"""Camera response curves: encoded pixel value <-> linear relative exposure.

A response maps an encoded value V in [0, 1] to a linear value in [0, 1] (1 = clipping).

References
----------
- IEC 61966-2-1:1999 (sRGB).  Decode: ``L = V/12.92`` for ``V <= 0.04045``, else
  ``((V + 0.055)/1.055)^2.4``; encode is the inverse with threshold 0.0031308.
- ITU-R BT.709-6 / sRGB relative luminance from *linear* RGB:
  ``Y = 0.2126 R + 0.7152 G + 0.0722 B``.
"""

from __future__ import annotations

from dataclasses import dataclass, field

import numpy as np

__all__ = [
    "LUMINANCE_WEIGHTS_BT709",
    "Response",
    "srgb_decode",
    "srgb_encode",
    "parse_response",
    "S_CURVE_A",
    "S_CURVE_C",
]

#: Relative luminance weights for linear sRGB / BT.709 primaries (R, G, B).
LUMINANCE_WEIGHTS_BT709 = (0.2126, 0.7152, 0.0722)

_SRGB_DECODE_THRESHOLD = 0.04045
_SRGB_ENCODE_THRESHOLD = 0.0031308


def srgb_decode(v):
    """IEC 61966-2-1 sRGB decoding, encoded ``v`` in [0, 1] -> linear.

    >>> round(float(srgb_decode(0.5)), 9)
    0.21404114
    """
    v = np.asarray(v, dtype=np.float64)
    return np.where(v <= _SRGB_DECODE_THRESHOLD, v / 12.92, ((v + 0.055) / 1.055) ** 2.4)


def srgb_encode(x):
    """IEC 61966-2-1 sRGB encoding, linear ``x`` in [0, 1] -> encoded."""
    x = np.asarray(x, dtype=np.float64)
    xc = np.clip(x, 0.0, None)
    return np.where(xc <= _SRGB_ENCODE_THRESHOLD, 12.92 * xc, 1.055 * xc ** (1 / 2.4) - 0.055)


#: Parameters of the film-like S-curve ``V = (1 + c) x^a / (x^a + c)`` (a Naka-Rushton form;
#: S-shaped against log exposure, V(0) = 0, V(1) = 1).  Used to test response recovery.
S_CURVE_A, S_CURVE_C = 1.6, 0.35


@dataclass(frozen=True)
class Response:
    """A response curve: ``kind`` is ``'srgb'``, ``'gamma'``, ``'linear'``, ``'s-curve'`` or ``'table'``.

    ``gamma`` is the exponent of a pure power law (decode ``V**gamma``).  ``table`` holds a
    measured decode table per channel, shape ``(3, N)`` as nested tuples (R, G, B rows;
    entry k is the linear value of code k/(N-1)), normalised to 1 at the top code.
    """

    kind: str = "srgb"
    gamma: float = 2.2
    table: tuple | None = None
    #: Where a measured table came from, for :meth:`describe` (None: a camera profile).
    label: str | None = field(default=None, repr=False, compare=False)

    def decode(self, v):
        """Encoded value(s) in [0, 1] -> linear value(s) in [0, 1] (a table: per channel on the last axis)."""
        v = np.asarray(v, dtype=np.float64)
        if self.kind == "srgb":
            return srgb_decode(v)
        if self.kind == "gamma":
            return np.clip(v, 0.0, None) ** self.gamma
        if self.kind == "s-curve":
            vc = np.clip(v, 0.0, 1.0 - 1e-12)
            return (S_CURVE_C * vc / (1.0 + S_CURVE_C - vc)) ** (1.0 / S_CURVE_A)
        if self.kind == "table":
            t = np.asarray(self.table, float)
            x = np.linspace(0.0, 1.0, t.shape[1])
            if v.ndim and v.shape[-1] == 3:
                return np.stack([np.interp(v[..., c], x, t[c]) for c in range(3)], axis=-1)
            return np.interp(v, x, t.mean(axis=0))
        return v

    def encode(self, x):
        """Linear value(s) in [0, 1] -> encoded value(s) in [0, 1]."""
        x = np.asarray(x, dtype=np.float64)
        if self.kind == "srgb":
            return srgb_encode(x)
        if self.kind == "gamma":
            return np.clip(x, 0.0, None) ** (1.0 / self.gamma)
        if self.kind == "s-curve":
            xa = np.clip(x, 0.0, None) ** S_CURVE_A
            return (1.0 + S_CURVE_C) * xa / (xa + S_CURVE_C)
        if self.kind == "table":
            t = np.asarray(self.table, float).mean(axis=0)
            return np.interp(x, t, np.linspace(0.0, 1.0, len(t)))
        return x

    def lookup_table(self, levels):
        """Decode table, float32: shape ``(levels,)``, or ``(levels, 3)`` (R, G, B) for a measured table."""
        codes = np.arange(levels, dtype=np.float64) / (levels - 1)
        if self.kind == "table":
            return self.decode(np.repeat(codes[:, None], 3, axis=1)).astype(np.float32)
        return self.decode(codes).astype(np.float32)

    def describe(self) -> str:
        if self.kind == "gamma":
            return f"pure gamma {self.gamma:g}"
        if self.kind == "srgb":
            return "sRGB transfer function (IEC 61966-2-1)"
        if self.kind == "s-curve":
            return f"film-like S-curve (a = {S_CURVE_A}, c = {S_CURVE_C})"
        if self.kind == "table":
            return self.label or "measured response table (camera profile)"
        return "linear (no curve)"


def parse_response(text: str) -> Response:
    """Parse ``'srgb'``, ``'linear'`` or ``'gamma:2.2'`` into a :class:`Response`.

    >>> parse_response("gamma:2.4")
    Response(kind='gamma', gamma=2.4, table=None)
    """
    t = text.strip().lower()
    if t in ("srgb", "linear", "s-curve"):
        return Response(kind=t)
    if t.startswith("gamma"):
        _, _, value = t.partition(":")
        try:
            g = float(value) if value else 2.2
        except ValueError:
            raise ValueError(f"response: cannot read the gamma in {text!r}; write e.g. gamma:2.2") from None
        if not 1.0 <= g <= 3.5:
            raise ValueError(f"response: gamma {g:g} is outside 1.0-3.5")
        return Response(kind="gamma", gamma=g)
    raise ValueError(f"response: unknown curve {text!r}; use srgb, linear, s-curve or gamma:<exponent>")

Task goal:
Only lines containing the string "text" belong in the answer; find them in the data above and copy them.

Task output:
def parse_response(text: str) -> Response:
    t = text.strip().lower()
            raise ValueError(f"response: cannot read the gamma in {text!r}; write e.g. gamma:2.2") from None
    raise ValueError(f"response: unknown curve {text!r}; use srgb, linear, s-curve or gamma:<exponent>")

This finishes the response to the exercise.